I would suggest anyone involved in this matter with their employers might do well to eliminate any references to the Nuremberg Code entirely without doing some serious research on it yourself. My understanding is that the Code has never been formally adopted into law or accepted as an ethical standard by any medical association. If this is true, then you make yourself look like a damned fool who got conned by internet trolls — which might make you a candidate for termination in any case.
“My understanding is that the Code has never been formally adopted into law or accepted as an ethical standard by any medical association.”
Neither has the Hippocratic oath been formally adopted into law, but it is a bedrock of medical ethics. Both are referenced in medical malpractice trials.
Alliance for Human Research Protection Advancing Voluntary, Informed Consent to Medical Intervention
"Does the FDA have the authority to trump the Declaration of Helsinki? "
However, as Dr. Goodyear points out, although not explicitly part of international or national law, the legal status of the Declaration of Helsinki and the Nuremberg Code are recognized. For example, both international codes were cited by several US courts: TD v NYS Office of Mental Health (1995); Grimes / Higgins v Kennedy Krieger, Court of Appeals of Maryland (2001) ; and in the recent US Court of Appeals, which ruled that the Declaration (and other conventions) constituted a sufficient customary norm to be considered binding in the Pfizer trovafloxacin case in January 2009. The court reversed a dismissal by a lower court of a lawsuit by families of children who had died or were injured in a Nigerian meningitis trial.

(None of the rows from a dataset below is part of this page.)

"""ThermoML files for the tests, written by hand after the schema of the IUPAC standard. All numbers are invented."""

from __future__ import annotations

from collections.abc import Iterable, Sequence

CITATION = (
    "<Citation><eType>journal</eType><eSourceType>Original</eSourceType><sAuthor>Nobody, A.</sAuthor>"
    "<sAuthor>Noone, B.</sAuthor><sPubName>Journal of Invented Numbers</sPubName><yrPubYr>2011</yrPubYr>"
    "<sTitle>Invented numbers of invented samples</sTitle><sDOI>10.9999/invented.1</sDOI><sVol>1</sVol>"
    "<sPage>1-2</sPage></Citation>"
)
VERSION = "<Version><nVersionMajor>4</nVersionMajor><nVersionMinor>0</nVersionMinor></Version>"
HEAT_CAPACITY = "Molar heat capacity at constant pressure, J/K/mol"
VAPORISATION = "Molar enthalpy of vaporization or sublimation, kJ/mol"
FUSION = "Molar enthalpy of transition or fusion, kJ/mol"
REACTION = "Molar enthalpy of reaction, kJ/mol"
DENSITY = "Mass density, kg/m3"
FORMATION = "Formation of a compound from elements in their stable state"
_GROUPS = {
    HEAT_CAPACITY: "HeatCapacityAndDerivedProp",
    VAPORISATION: "PhaseTransition",
    FUSION: "PhaseTransition",
    REACTION: "ReactionStateChangeProp",
    DENSITY: "VolumetricProp",
}


def compound(number: int, name: str = "", formula: str = "", cas: str = "", key: str = "") -> str:
    """A compound; CAS RN as the schema has it, an integer."""
    cas = f"<nCASRNum>{cas.replace('-', '')}</nCASRNum>" if cas else ""
    parts = (("sStandardInChIKey", key), ("sCommonName", name), ("sFormulaMolec", formula))
    inner = "".join(f"<{tag}>{text}</{tag}>" for tag, text in parts if text)
    return f"<Compound><RegNum>{cas}<nOrgNum>{number}</nOrgNum></RegNum>{inner}</Compound>"


ETHANOL = compound(1, "ethanol", "C2H6O", "64-17-5", "LFQSCWFLJHTTHZ-UHFFFAOYSA-N")
INVENTANE = compound(2, "inventane", "C30H62O7")


def uncertainty(
    value: str = "", *, tag: str = "Expand", level: str = "", coverage: str = "", combined: bool = True
) -> str:
    """An uncertainty, of a value or (without one) of the property."""
    start = "nComb" if combined else "n"
    outer = "CombinedUncertainty" if combined else "PropUncertainty"
    inner = f"<{start}UncertAssessNum>1</{start}UncertAssessNum>"
    if level:
        inner += f"<{start}UncertLevOfConfid>{level}</{start}UncertLevOfConfid>"
    if coverage:
        inner += f"<{start}CoverageFactor>{coverage}</{start}CoverageFactor>"
    if value:
        inner += f"<{start}{tag}UncertValue>{value}</{start}{tag}UncertValue>"
    return f"<{outer}>{inner}</{outer}>"


def data_set(
    name: str,
    phase: str,
    values: Iterable[Sequence[str]],
    *,
    number: int = 1,
    of: Sequence[int] = (1,),
    phases: Sequence[str] = (),
    pressure: str = "101.3",
    stated: str = "",
    variable: str = "Temperature, K",
    reaction: str = "",
    members: str = "",
    presentation: str = "Direct value, X",
) -> str:
    """``values``: temperature, value, and elements of uncertainty."""
    group = _GROUPS.get(name, "VolumetricProp")
    outer = "ReactionData" if reaction else "PureOrMixtureData"
    count = "nReactionDataNumber" if reaction else "nPureOrMixtureDataNumber"
    who = members or "".join(f"<Component><RegNum><nOrgNum>{one}</nOrgNum></RegNum></Component>" for one in of)
    kind = f"<eReactionType>{reaction}</eReactionType>" if reaction else ""
    prop = (
        f"<Property><nPropNumber>1</nPropNumber><Property-MethodID><PropertyGroup><{group}><ePropName>{name}</ePropName>"
        f"<eMethodName>Invented calorimetry</eMethodName></{group}></PropertyGroup></Property-MethodID>"
        f"<PropPhaseID><ePropPhase>{phase}</ePropPhase></PropPhaseID><ePresentation>{presentation}</ePresentation>"
        f"{stated}</Property>"
    )
    listed = "".join(f"<PhaseID><ePhase>{one}</ePhase></PhaseID>" for one in phases)
    held = (
        "<Constraint><nConstraintNumber>1</nConstraintNumber><ConstraintID><ConstraintType><ePressure>Pressure, kPa"
        f"</ePressure></ConstraintType></ConstraintID><nConstraintValue>{pressure}</nConstraintValue></Constraint>"
        if pressure
        else ""
    )
    varied = (
        "<Variable><nVarNumber>1</nVarNumber><VariableID><VariableType><eTemperature>"
        f"{variable}</eTemperature></VariableType></VariableID></Variable>"
    )
    rows = "".join(
        f"<NumValues><VariableValue><nVarNumber>1</nVarNumber><nVarValue>{t}</nVarValue></VariableValue>"
        f"<PropertyValue><nPropNumber>1</nPropNumber><nPropValue>{value}</nPropValue>{''.join(rest)}</PropertyValue>"
        "</NumValues>"
        for t, value, *rest in values
    )
    return f"<{outer}><{count}>{number}</{count}>{who}{kind}{prop}{listed}{held}{varied}{rows}</{outer}>"


def participant(number: int, count: str, phase: str) -> str:
    """A member of a reaction."""
    return (
        f"<Participant><RegNum><nOrgNum>{number}</nOrgNum></RegNum><nStoichiometricCoef>{count}</nStoichiometricCoef>"
        f"<ePhase>{phase}</ePhase></Participant>"
    )


def report(*parts: str, compounds: str = ETHANOL + INVENTANE, version: str = VERSION, citation: str = CITATION) -> str:
    """A whole file."""
    return (
        '<?xml version="1.0" encoding="UTF-8"?>\n<!-- All numbers are invented. -->\n'
        '<DataReport xmlns="http://www.iupac.org/namespaces/ThermoML">\n'
        f"{version}\n{citation}\n{compounds}\n" + "\n".join(parts) + "\n</DataReport>\n"
    )


def curve(**options: object) -> str:
    """A liquid heat capacity of ethanol at three temperatures."""
    values = [("290", "110.0"), ("300", "113.0"), ("310", "116.5")]
    return data_set(HEAT_CAPACITY, "Liquid", values, phases=("Liquid",), **options)  # type: ignore[arg-type]
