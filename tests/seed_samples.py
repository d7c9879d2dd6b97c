"""A small seed on disk, for the tests of its readers."""

from __future__ import annotations

from pathlib import Path

import pytest

from propdb.errors import SeedError
from propdb.intake.seeds import load_seed

HEADERS = {
    "species.csv": "name,formula,charge,cas,inchikey,synonyms,note",
    "entries.csv": (
        "species,quantity,phase,form,to,temperature,value,unit,uncertainty,uncertainty_kind,datum,conditions,locator,note"
    ),
    "curves.csv": (
        "species,phase,form,equation,tmin,tmax,unit,exponents,scales,coefficients,uncertainty,uncertainty_kind,conditions,"
        "locator,note"
    ),
    "nasa9.csv": "species,phase,form,tmin,tmax,a1,a2,a3,a4,a5,a6,a7,b1,b2,hf298,dh0,locator,note",
    "nasa7.csv": "species,phase,form,tmin,tmax,a1,a2,a3,a4,a5,a6,a7,hf298,dh0,locator,note",
}
SOURCE = """\
key = "book-1990"
title = "A book of invented numbers"
authors = ["Nobody, A."]
year = 1990
kind = "book"
class = "handbook"
terms = "Invented for this test."
carrier = "invented"
standard_pressure = 100000
"""
DATUMS = """\
[elements]
H.forms = [{ species = "hydrogen", phase = "g" }]
O.forms = [{ species = "oxygen", phase = "g" }]
[datum.elements-298K]
kind = "elements"
sentence = "Elements at 298.15 K."
source = "book-1990"
temperature = "298.15K"
"""
RANKS = 'class_order = ["handbook"]\n'
ELEMENTS = "symbol,name,atomic_number,atomic_weight,note\nH,hydrogen,1,1.008,\nO,oxygen,8,15.999,\nC,carbon,6,12.011,\n"
SPECIES = ["hydrogen,H2,0,1333-74-0,,,", "oxygen,O2,0,7782-44-7,,,", "water,H2O,0,7732-18-5,,steam,"]


class Seed:
    """A small seed on disk; the folder is ``book-1990``."""

    def __init__(self, root: Path) -> None:
        self.root = root
        self.folder = root / "book-1990"
        self.folder.mkdir()
        for name, text in {"datums.toml": DATUMS, "ranks.toml": RANKS, "elements.csv": ELEMENTS}.items():
            self.write(name, text)
        self.write("book-1990/source.toml", SOURCE)
        self.rows("species.csv", *SPECIES)

    def write(self, name: str, text: str) -> None:
        (self.root / name).write_bytes(text.encode())

    def rows(self, name: str, *rows: str) -> None:
        self.write(f"book-1990/{name}", "\n".join((HEADERS[name], *rows)) + "\n")

    def refuse(self, problem: str, where: str) -> SeedError:
        with pytest.raises(SeedError, match=problem) as error:
            load_seed(self.root)
        assert error.value.where.startswith(where), str(error.value)
        assert "\n" not in str(error.value)
        return error.value
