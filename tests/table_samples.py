"""Small tables for tests, of a plant that does not exist. All numbers are invented unless a test says otherwise."""

from __future__ import annotations

from pathlib import Path

STREAMS = """stream,side,species,datum,T [°C],h [kJ/kg],flow [kg/h]
S1,in,nitrogen,gas-25C,25,0.0000,1000
S2,out,nitrogen,gas-25C,600,621.0000,1000
S3,in,water,liquid-0C,20,84.0000,250
"""
STEAM = """tag,h [kJ/kg]
HP,2800.8
LP,2706.2
"""
STATES = """stream,species,T [°C]
S1,nitrogen,25
S2,oxygen,600
S3,methane,400
"""


def write_samples(directory: Path) -> None:
    """The files that the examples of ``convert-table`` name."""
    for name, text in (("streams", STREAMS), ("steam", STEAM), ("states", STATES)):
        (directory / f"{name}.csv").write_text(text, encoding="utf-8")
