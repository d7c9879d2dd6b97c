"""Every verb of the command line with its command."""

from __future__ import annotations

from importlib import import_module
from typing import Any

import typer

from propdb.cli.main import VERBS


def commands() -> dict[str, Any]:
    """Verb (those of families as two words) -> its command."""
    found: dict[str, Any] = {}
    for verb, (module, _) in VERBS.items():
        command: Any = typer.main.get_command(import_module(module).app)
        members = getattr(command, "commands", None)
        found.update({f"{verb} {name}": member for name, member in members.items()} if members else {verb: command})
    return found
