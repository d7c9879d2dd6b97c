"""What the soak tests share: seeds cut short or changed, templates of one's own, and a look at all that a store holds.

All numbers and names of own data are invented.
"""

from __future__ import annotations

import csv
import os
import shutil
import sqlite3
import subprocess
import sys
from collections.abc import Callable
from contextlib import closing
from dataclasses import dataclass
from hashlib import sha256
from pathlib import Path
from typing import Final

from propdb.intake.where import seed_root
from propdb.store.read import Reader

TESTS: Final = Path(__file__).resolve().parent
_READ: Final = ("entries.csv", "curves.csv", "nasa9.csv", "nasa7.csv")

Row = list[str]


def copy_seed(to: Path, *, keep: Callable[[Row], bool]) -> Path:
    """A copy of the seed of this version with some rows (species, quantity, phase ...) of its files of entries.

    It brings no open data.
    """
    shutil.copytree(seed_root(), to, ignore=shutil.ignore_patterns("_package"))
    for file in to.glob("*/*.csv"):
        if file.name in _READ:
            change_rows(file, lambda rows: [row for row in rows if keep(row)])
    return to


def change_rows(file: Path, change: Callable[[list[Row]], list[Row]]) -> None:
    """Rewrite the rows below the header of a file of the seed."""
    with file.open(encoding="utf-8", newline="") as text:
        header, *rows = csv.reader(text)
    with file.open("w", encoding="utf-8", newline="") as text:
        csv.writer(text, lineterminator="\n").writerows([header, *change(rows)])


_HEADER: Final = (
    "species,quantity,phase,temperature,value,unit,conditions,source,locator,"
    "source_title,source_authors,source_year,source_kind,source_class,species_formula"
)
#: Entries, and events, that one template makes.
DRAFTS: Final = 3
EVENTS: Final = DRAFTS + 1  # one more says that species and source are new


def template_csv(tag: str) -> str:
    """A filled template: a new species, a new source, and three values that all carry ``tag``."""
    tail = f"sheet-{tag},table {tag},Data sheet {tag},Invented Works,2024,report,compilation,C9H20O"
    rows = [
        f"solvent {tag},Hvap,l,25C,48.2,kJ/mol,to the real vapour,{tail}",
        f"solvent {tag},Hvap,l,80C,45.1,kJ/mol,to the real vapour,{tail}",
        f"solvent {tag},Tb,l,,461.5,K,at 101.325 kPa,{tail}",
    ]
    return "\n".join([_HEADER, *rows]) + "\n"


def template_toml(tag: str) -> str:
    """The same, as TOML."""
    lines = [f"[source.sheet-{tag}]", f'title = "Data sheet {tag}"', 'authors = ["Invented Works"]', "year = 2024"]
    lines += ['kind = "report"', 'class = "compilation"', f'[species."solvent {tag}"]', 'formula = "C9H20O"']
    values = (("Hvap", "25C", "48.2", "kJ/mol"), ("Hvap", "80C", "45.1", "kJ/mol"), ("Tb", "", "461.5", "K"))
    for quantity, temperature, value, unit in values:
        conditions = "at 101.325 kPa" if quantity == "Tb" else "to the real vapour"
        lines += ["[[entry]]", f'species = "solvent {tag}"', f'quantity = "{quantity}"', 'phase = "l"']
        lines += [f'temperature = "{temperature}"'] if temperature else []
        lines += [f'value = "{value}"', f'unit = "{unit}"', f'conditions = "{conditions}"']
        lines += [f'source = "sheet-{tag}"', f'locator = "table {tag}"']
    return "\n".join(lines) + "\n"


@dataclass(frozen=True)
class Held:
    """All that a store holds."""

    events: tuple[tuple[str, str, str], ...]  # (hash, kind, entry) in order
    own: dict[str, tuple[str, str]]  # entry id to locator and status
    content: str
    rows: str  # hash of every row of every table


def held(path: Path) -> Held:
    """What a store holds, seen through a fresh read-only connection as any reading verb sees it."""
    with Reader(path) as reader:
        events = tuple((event.hash, event.kind, event.entry) for event in reader.events())
        own = {
            id: (reader.entry(id).locator, reader.entry(id).status)
            for id in {e for _, k, e in events if k == "created"}
        }
        return Held(events, own, reader.content_hash, _rows(reader.conn))


def _rows(conn: sqlite3.Connection) -> str:
    digest = sha256()
    for (table,) in conn.execute("SELECT name FROM sqlite_master WHERE type = 'table' ORDER BY name").fetchall():
        digest.update(f"{table}\n".encode())
        lines = sorted(repr(row) for row in conn.execute(f'SELECT * FROM "{table}"'))
        digest.update("\n".join(lines).encode())
    return digest.hexdigest()


def settle(path: Path) -> None:
    """Bring everything beside the file into it, so that it can be copied."""
    with closing(sqlite3.connect(path)) as conn:
        conn.execute("PRAGMA wal_checkpoint(TRUNCATE)")


def start(code: str, *arguments: str | os.PathLike[str], user: str = "") -> subprocess.Popen[str]:
    """Run Python code in a process of its own, with the modules of this directory at hand."""
    whole = f"import sys\nsys.path.insert(0, {str(TESTS)!r})\n{code}"
    variables = {**os.environ, **({"PROPDB_USER": user} if user else {})}
    return subprocess.Popen(
        [sys.executable, "-c", whole, *map(os.fspath, arguments)],
        stdin=subprocess.DEVNULL,
        stdout=subprocess.PIPE,
        stderr=subprocess.PIPE,
        text=True,
        encoding="utf-8",
        env=variables,
    )
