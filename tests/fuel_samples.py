"""Fuels of our own invention for the tests: no real certificate, mine or supplier is behind them."""

from __future__ import annotations

from typing import Any

#: Molar masses of the atoms [kg/mol] (CIAAW 2021, abridged) and the enthalpy of vaporisation of water at 25 C [J/mol].
WEIGHTS = {"C": 12.011e-3, "H": 1.008e-3, "N": 14.007e-3, "S": 32.06e-3, "O": 15.999e-3, "Cl": 35.45e-3}
VAPORISATION = 44012.0

SOURCE = {"title": "Invented certificate", "authors": ["Example laboratory"], "year": 2024}


def sample(**changes: Any) -> dict[str, Any]:
    """Wood as a certificate might give it; ``table__key=value`` changes a key, None takes it out."""
    data: dict[str, Any] = {
        "name": "test wood",
        "phase": "cr",
        "source": "own-test-fuels",
        "new-source": dict(SOURCE),
        "analysis": {"basis": "dry", "C": "50.2", "H": "6.1", "N": "0.2", "S": "0.02", "O": "42.68", "ash": "0.8"},
        "moisture": {"as-received": "35.0", "air-dried": "7.5"},
        "calorific-value": {"value": "20.2 MJ/kg", "kind": "gross", "at": "constant volume", "basis": "dry"},
    }
    for name, value in changes.items():
        table, _, key = name.partition("__")
        where = data.setdefault(table.replace("_", "-"), {}) if key else data
        key = (key or table).replace("_", "-")
        if value is None:
            where.pop(key, None)
        else:
            where[key] = value
    return data


#: As wood, coal, sludge, oil and waste may come: analysis and moistures in mass %.
FUELS: dict[str, dict[str, Any]] = {
    "wood": {},
    "coal": {
        "analysis": {
            "basis": "air-dried", "C": "68.42", "H": "4.31", "N": "1.35", "S": "0.71", "O": "8.66", "ash": "13.35",
            "moisture": "3.20",
        },
        "moisture": {"as-received": "9.8"},
        "calorific-value": {"value": "27.63 MJ/kg", "kind": "gross", "at": "constant volume", "basis": "air-dried"},
    },
    "sludge": {
        "analysis": {
            "basis": "as-received", "C": "8.1", "H": "1.2", "N": "1.2", "S": "0.3", "O": "5.0", "ash": "9.2",
            "moisture": "75.0",
        },
        "moisture": {},
        "calorific-value": {"value": "1.2 MJ/kg", "kind": "net", "at": "constant pressure", "basis": "as-received"},
    },
    "oil": {
        "phase": "l",
        "analysis": {"basis": "dry", "C": "86.2", "H": "12.4", "N": "0.2", "S": "0.9", "O": "0.3"},
        "moisture": {"as-received": "0.1"},
        "calorific-value": {"value": "10300 kcal_IT/kg", "kind": "gross", "at": "constant volume", "basis": "dry"},
    },
    "waste": {
        "analysis": {
            "basis": "dry-ash-free", "C": "58.0", "H": "8.0", "N": "1.2", "S": "0.3", "O": "30.5", "Cl": "2.0",
        },
        "ash": {"dry": "17.5"},
        "moisture": {"as-received": "22.0"},
        "calorific-value": {"value": "14.9 MJ/kg", "kind": "net", "at": "constant pressure", "basis": "as-received"},
    },
}  # fmt: skip


def fuel(name: str) -> dict[str, Any]:
    """One of :data:`FUELS`, whole."""
    return {**sample(), "name": f"test {name}", **FUELS[name]}
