"""The commands a user types, and what the terminal shows."""

from __future__ import annotations

from collections.abc import Sequence


def main(arguments: Sequence[str] | None = None) -> int:
    """Run the command line and return its exit status.

    Parameters
    ----------
    arguments : sequence of str, optional
        Words after the program's name; those of the process by default.

    Returns
    -------
    int
        0 judged; 1 a fault of the program itself; 2 bad input; 3 judged, but some variant is not
        judged; 130 interrupted.
    """
    from ruleout.cli.app import app

    try:
        app(args=None if arguments is None else list(arguments), prog_name="ruleout")
    except SystemExit as stop:
        return stop.code if isinstance(stop.code, int) else int(stop.code is not None)
    return 0
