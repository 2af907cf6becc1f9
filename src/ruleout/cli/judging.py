"""``ruleout judge``."""

from __future__ import annotations

import json
import os
import sys
from contextlib import nullcontext
from pathlib import Path
from typing import TYPE_CHECKING

from ruleout.cli.progress import shown_progress
from ruleout.errors import InputError

if TYPE_CHECKING:
    from ruleout.case import Case
    from ruleout.pipeline import Settings
    from ruleout.progress import Progress
    from ruleout.verdicts import Judgement

THOROUGH = "thorough"
NOT_FULLY_JUDGED = 3


def cores() -> int:
    """Return the number of cores this process may use."""
    if hasattr(os, "sched_getaffinity"):
        return len(os.sched_getaffinity(0))
    return os.cpu_count() or 1


def check_out(out: Path) -> None:
    """Make the run folder now, so that an hour's work is not lost to a wrong path."""
    try:
        out.mkdir(parents=True, exist_ok=True)
        writable = os.access(out, os.W_OK | os.X_OK)
    except OSError as error:
        raise InputError(
            f"this folder cannot be made ({error.strerror}); give another one with --out",
            where=str(out),
        ) from error
    if not writable:
        raise InputError(
            "this folder cannot be written; give another one with --out", where=str(out)
        )


def check_alpha(alpha: float) -> None:
    """Raise InputError unless ``alpha`` can be an error rate."""
    if not 0 < alpha < 0.5:
        raise InputError(f"--alpha {alpha:g}: give a chance between 0 and 0.5, such as 0.05")


def run_judge(
    folder: Path,
    *,
    out: Path,
    seed: int,
    workers: int | None,
    effort: str,
    alpha: float,
    as_json: bool,
    scheduler: str | None = None,
) -> int:
    """Judge the case in ``folder``, write everything into ``out`` and print the table.

    Returns
    -------
    int
        0, or 3 where some variant could not be judged.
    """
    check_alpha(alpha)
    from ruleout.case import read_case

    case = read_case(folder)
    check_out(out)
    from ruleout.pipeline import Settings, cluster_workers, judge
    from ruleout.report import write_report
    from ruleout.store import locked

    settings = Settings(seed=seed, effort=effort, alpha=alpha, workers=workers or cores())
    with (
        locked(out),
        shown_progress(as_json=as_json) as progress,
        cluster_workers(scheduler) if scheduler else nullcontext() as executor,
    ):
        judgement = judge(case, settings, out=out, progress=progress, executor=executor)
        if effort == THOROUGH:
            judgement = _with_chances(case, judgement, settings, out, progress)
        write_report(judgement, case, out, progress=progress)
    if as_json:
        _print_json(judgement, out)
    else:
        from rich.console import Console

        from ruleout.cli.terminal import print_heading, print_judgement, print_wrapped
        from ruleout.report.words import DOSING_CAUTION, looks_like_dosing

        console = Console()
        print_judgement(console, judgement)
        if looks_like_dosing(case.experiments):
            print_wrapped(console, DOSING_CAUTION)
        print_heading(console, "Files")
        print_wrapped(console, f"{out / 'report.html'}: open it in a browser.", indent="  ")
        print_wrapped(
            console,
            f"{out}: tables (variants, claims, checks), figures, fits, table.tex, methods.txt.",
            indent="  ",
        )
    return 0 if judgement.fully_judged else NOT_FULLY_JUDGED


def _with_chances(
    case: Case, judgement: Judgement, settings: Settings, out: Path, progress: Progress
) -> Judgement:
    """Add to every `not_needed` the chance that it could have been seen, and save the tables."""
    from ruleout.rehearsal import Spending, chances_seen
    from ruleout.store import save_judgement

    spending = Spending(
        seed=settings.seed, effort="quick", alpha=settings.alpha, workers=settings.workers
    )
    judgement = chances_seen(case, judgement, spending, out=out, progress=progress)
    save_judgement(judgement, case, out)
    return judgement


def _print_json(judgement: object, out: Path) -> None:
    variants, claims = judgement.variants, judgement.claims  # type: ignore[attr-defined]
    record = {
        "event": "judged",
        "out": str(out),
        "variants": dict(zip(variants["variant"], variants["verdict"], strict=True)),
        "claims": dict(zip(claims["claim"], claims["verdict"], strict=True)),
    }
    print(json.dumps(record), file=sys.stdout, flush=True)
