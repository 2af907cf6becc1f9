"""``ruleout doctor``: whether this machine has what judging needs."""

from __future__ import annotations

import importlib
import os
import platform
import tempfile
from collections.abc import Callable, Iterator
from importlib.metadata import PackageNotFoundError, version
from pathlib import Path
from typing import Final

import typer

PACKAGES: Final = (
    "numpy",
    "scipy",
    "networkx",
    "pandas",
    "emcee",
    "arviz",
    "numba",
    "llvmlite",
    "h5py",
    "h5netcdf",
    "matplotlib",
    "jinja2",
    "rich",
    "typer",
)


def _packages() -> Iterator[str]:
    for name in PACKAGES:
        try:
            importlib.import_module(name)
            found = version(name)
        except (ImportError, PackageNotFoundError) as error:
            raise RuntimeError(
                f"{name} cannot be imported ({error}); install ruleout again"
            ) from error
        yield f"{name} {found}"


def _kernel() -> Iterator[str]:
    """Integrate a decay with the kernel and compare with the exponential."""
    import numpy as np

    from ruleout.expressions import sym
    from ruleout.kernel import Protocol, System, compile_system

    program = compile_system(System(("x",), ("k",), (-(sym("k") * sym("x")),)))
    one, times = np.ones((1, 1)), np.linspace(0.5, 2.0, 4)
    protocol = Protocol(np.zeros(1), one, 0 * one, one, 0 * one, times)
    solved = program.solve(one, one, [protocol]).states[0, :, 0]
    # A hundred times the solver's relative tolerance.
    if not np.allclose(solved, np.exp(-times), rtol=1e-4):
        raise RuntimeError("a decay does not decay as it should; please report this machine")
    yield "the integrator compiles and solves"


def _folders() -> Iterator[str]:
    for what, folder in (("current", Path.cwd()), ("temporary", Path(tempfile.gettempdir()))):
        if not os.access(folder, os.W_OK):
            raise RuntimeError(
                f"the {what} folder {folder} cannot be written; change to another one"
            )
        yield f"{what} folder {folder} can be written"


def _machine() -> Iterator[str]:
    yield f"Python {platform.python_version()} on {platform.system()} {platform.machine()}"
    yield f"{os.cpu_count()} cores"


CHECKS: Final[dict[str, Callable[[], Iterator[str]]]] = {
    "machine": _machine,
    "packages": _packages,
    "kernel": _kernel,
    "folders": _folders,
}


def run_doctor() -> int:
    """Print what is found, and what is wrong with its remedy; return 0 if nothing is."""
    wrong = 0
    for name, check in CHECKS.items():
        try:
            for line in check():
                typer.echo(f"ok     {line}")
        except Exception as error:
            wrong += 1
            typer.echo(f"wrong  {name}: {error}")
    typer.echo(
        "Everything needed is here." if not wrong else f"{wrong} of {len(CHECKS)} are wrong."
    )
    return int(wrong > 0)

Fifty Years Later: The Significance of the Nuremberg Code
New England Journal of Medicine
Evelyne Shuster, Ph.D.
25 References
225 Citing Articles
https://www.nejm.org/doi/full/10.1056/NEJM199711133372006
The Nuremberg Code, is however, one of the pillars of clinical research.
The Belmont Report, issued by the federal government in 1978 - and highly influenced by the Nuremberg Code - outlined ethical principles that should govern clinical research and clinical trials.
One of these is “respect for persons”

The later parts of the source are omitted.